16 March 2017 - 17 March 2017

Landmines and cluster munitions’ survivors : A testimony by Khun Wiboonrat Chanchoo (Thailand)

« It is a great honour for me to be here today. As all of you are aware, I’m not a cluster munitions survivor, but landmine survivor. For me, there is no difference between cluster munitions and landmine survivors or other remnants of wars. We are the same. We are victims.
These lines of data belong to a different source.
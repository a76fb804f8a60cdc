"""What the user already owns: parts marked ``owned``, so a sweep or a comparison can price only
what is left to buy (the ``cost`` calculator's ``purchase_price``).

Whether a part is owned is a fact about the person asking, not about the item, so it is no field of
the equipment schemas (a stored telescope does not say who has one). A request marks it instead:

* an inline candidate in an evaluation takes ``"owned": true`` (default false): its model is the
  equipment's model plus that one field (:func:`candidate_model`, :data:`CandidateTrainElement`);
* the service marks stored items (see README "Purchase evaluations" and api/evaluations/request.py)
  by giving the resolved part the same candidate model (:func:`as_owned`).

Everything downstream reads :func:`is_owned`, which is false for a plain model: nothing changes for
a caller who marks nothing.

>>> from calculators.schemas import Telescope
>>> scope = candidate_model(Telescope).model_validate(
...     {"aperture_mm": 80, "focal_length_mm": 480, "owned": True})
>>> is_owned(scope), isinstance(scope, Telescope), is_owned(Telescope(aperture_mm=80, focal_length_mm=480))
(True, True, False)
"""

from __future__ import annotations

import functools
import math
from collections.abc import Mapping, Sequence
from typing import Annotated, Any, Union

from pydantic import BaseModel, BeforeValidator, Discriminator, Field, StrictBool, Tag, create_model

from calculators.train_elements import ELEMENT_MODELS, TAG_PREFIX, element_tag, old_modifier_fields

OWNED_DESCRIPTION = (
    "You own it already: its price counts in `cost.total_price` but not in `cost.purchase_price` "
    "(what is left to buy). Default false."
)


@functools.cache
def candidate_model(model: type[BaseModel]) -> type[BaseModel]:
    """``model`` with an ``owned`` field (a strict boolean, default false): a subclass, so the
    result is still a ``model`` wherever one is expected."""
    return create_model(
        f"{model.__name__}Candidate", __base__=model, __module__=__name__,
        __doc__=(model.__doc__ or model.__name__) + "\n\nAs a candidate: with `owned`.",
        owned=(StrictBool, Field(default=False, description=OWNED_DESCRIPTION)),
    )


#: A train element of any kind, with ``owned`` (told apart by ``kind`` like the plain union).
CandidateTrainElement = Annotated[
    Union[tuple(  # noqa: UP007  (a tuple of members needs the subscript form)
        Annotated[candidate_model(m), Tag(TAG_PREFIX + kind.value)] for kind, m in ELEMENT_MODELS.items()
    )],
    Discriminator(
        element_tag, custom_error_type="invalid_kind",
        custom_error_message="kind: must be one of " + ", ".join(k.value for k in ELEMENT_MODELS)
        + " (or extender, another name for barlow)",
    ),
    BeforeValidator(old_modifier_fields),
]


def is_owned(item: Any) -> bool:
    """Whether a part is marked owned (false for None and for a plain, unmarked model).

    Read from the instance's ``__dict__`` (where pydantic keeps field values): ``getattr`` with a
    default on a model without the field goes through pydantic's ``__getattr__`` and a raised
    AttributeError, which made this check a quarter of a comparison's cost on many rigs.
    """
    fields = getattr(item, "__dict__", None)
    return fields is not None and fields.get("owned") is True


def purchase_sum(items: Sequence) -> float:
    """Summed price of the parts not marked owned (NaN when none of them is priced), added in the
    same order as their whole price is, so it is that very number when nothing is owned."""
    priced = [i.price.amount for i in items if i.price is not None and not is_owned(i)]
    return sum(priced) if priced else math.nan  # one NaN object, as the other folded values


def as_owned(item: BaseModel, owned: bool = True) -> BaseModel:
    """The same part marked ``owned`` (a copy; the item itself is left alone)."""
    if is_owned(item) == owned:
        return item
    base = type(item).__base__ if "owned" in type(item).model_fields else type(item)
    values = {name: getattr(item, name) for name in base.model_fields}
    return candidate_model(base).model_construct(
        _fields_set={*item.model_fields_set, "owned"}, **values, owned=owned)


def owned_parts(rig: BaseModel, parts: Mapping[str, bool | Sequence[bool]]) -> BaseModel:
    """A copy of ``rig`` with the parts ``parts`` flags true marked owned (the others left as they
    are): ``telescope``, ``camera``, ``mount`` (one flag each), ``train`` and ``accessories`` (one
    flag per element). The rig itself when no flag is true."""
    update: dict[str, Any] = {}
    for slot in ("telescope", "camera", "mount"):
        item = getattr(rig, slot)
        if item is not None and parts.get(slot) is True:
            update[slot] = as_owned(item)
    for slot in ("train", "accessories"):
        flags = list(parts.get(slot) or ())
        if any(flags):
            update[slot] = [as_owned(item) if flag else item
                            for item, flag in zip(getattr(rig, slot), flags)]
    return rig.model_copy(update=update) if update else rig
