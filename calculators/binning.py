"""Binning: b × b neighbouring pixels read as one (the batch column ``binning``, 1 by default).

A binned pixel is ``b`` times the pitch each way, so it sees ``b²`` times the sky's solid angle and
the image has ``⌊width_px / b⌋ × ⌊height_px / b⌋`` of them (the rows and columns a factor that does
not divide the sensor leaves over are dropped, as a camera reads them out).

Noise convention (CMOS, binning by summing the b² pixels after they are read; common practice):
each pixel's read noise R is independent, so the sum's is ``√(b²)·R = b·R``; dark current adds up to
``b²·D``; signal and sky add up to ``b²`` times a pixel's. (A CCD that bins the charge before it is
read pays R once; that is not modelled.)

The calculators that honour the factor (``sampling``, ``target_fit``, ``integration_time``) read it
through these helpers; a batch without the column (a plugin's own) is unbinned.
"""

from __future__ import annotations

from typing import TYPE_CHECKING

import numpy as np

if TYPE_CHECKING:  # the rig schema imports this module, and the batch imports the schema
    from calculators.batch import RigBatch

#: Largest binning factor a rig or an evaluation may ask for.
MAX_BINNING = 4


def binning(batch: RigBatch):
    """The binning factor of each rig (1 when the batch has no ``binning`` column)."""
    return batch.columns.get("binning", 1.0)


def binned_pixel_um(batch: RigBatch):
    """Pitch of a binned pixel, b · pixel_size_um."""
    return batch["pixel_size_um"] * binning(batch)


def binned_read_noise_e(batch: RigBatch):
    """Read noise of a binned pixel, b · R (b² pixels summed after readout)."""
    return batch["read_noise_e"] * binning(batch)


def binned_dark_current_e_per_s(batch: RigBatch):
    """Dark current of a binned pixel, b² · D."""
    return batch["dark_current_e_per_s"] * np.square(binning(batch))


def binned_pixels(count_px, factor):
    """Binned pixels along a side: ⌊n / b⌋."""
    return np.floor(np.asarray(count_px) / factor)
I myself became person with disability nearly 20 years ago. That day, I went in to the forest near the Thai-Cambodian border to collect bamboo to bring home. I was not aware that there were landmines hidden in that area. All I well recalled was that all of a sudden there was loud noise and my body was catapulted into the air. When I looked at my left leg, I saw it was shattered with dangling fractured bones. I screamed to warn others not to come near while I crawled myself to safety. Though I did not lose my life, but life has changed dramatically after that. My husband by that time could not deal with it and felt ashamed of my physical condition so he abused me, abandoned me and left our family taking with him all the money and assets we had. But he left the most valuable assets for me, our two daughters.

I have been sharing my story, which is of course not a pleasant one, several times. I am aware that sometimes people feel uncomfortable when listening. But I have to continue doing this because I would like people to really know the lives of survivors. It’s not like we received support one time and all have been done so that case can be closed. Not only survivors receive affect, but also our family members. There are too many people with disabilities who still have difficulties in their lives. Some of them are in worse conditions. They still need support. Some of them don’t even have rice on the table.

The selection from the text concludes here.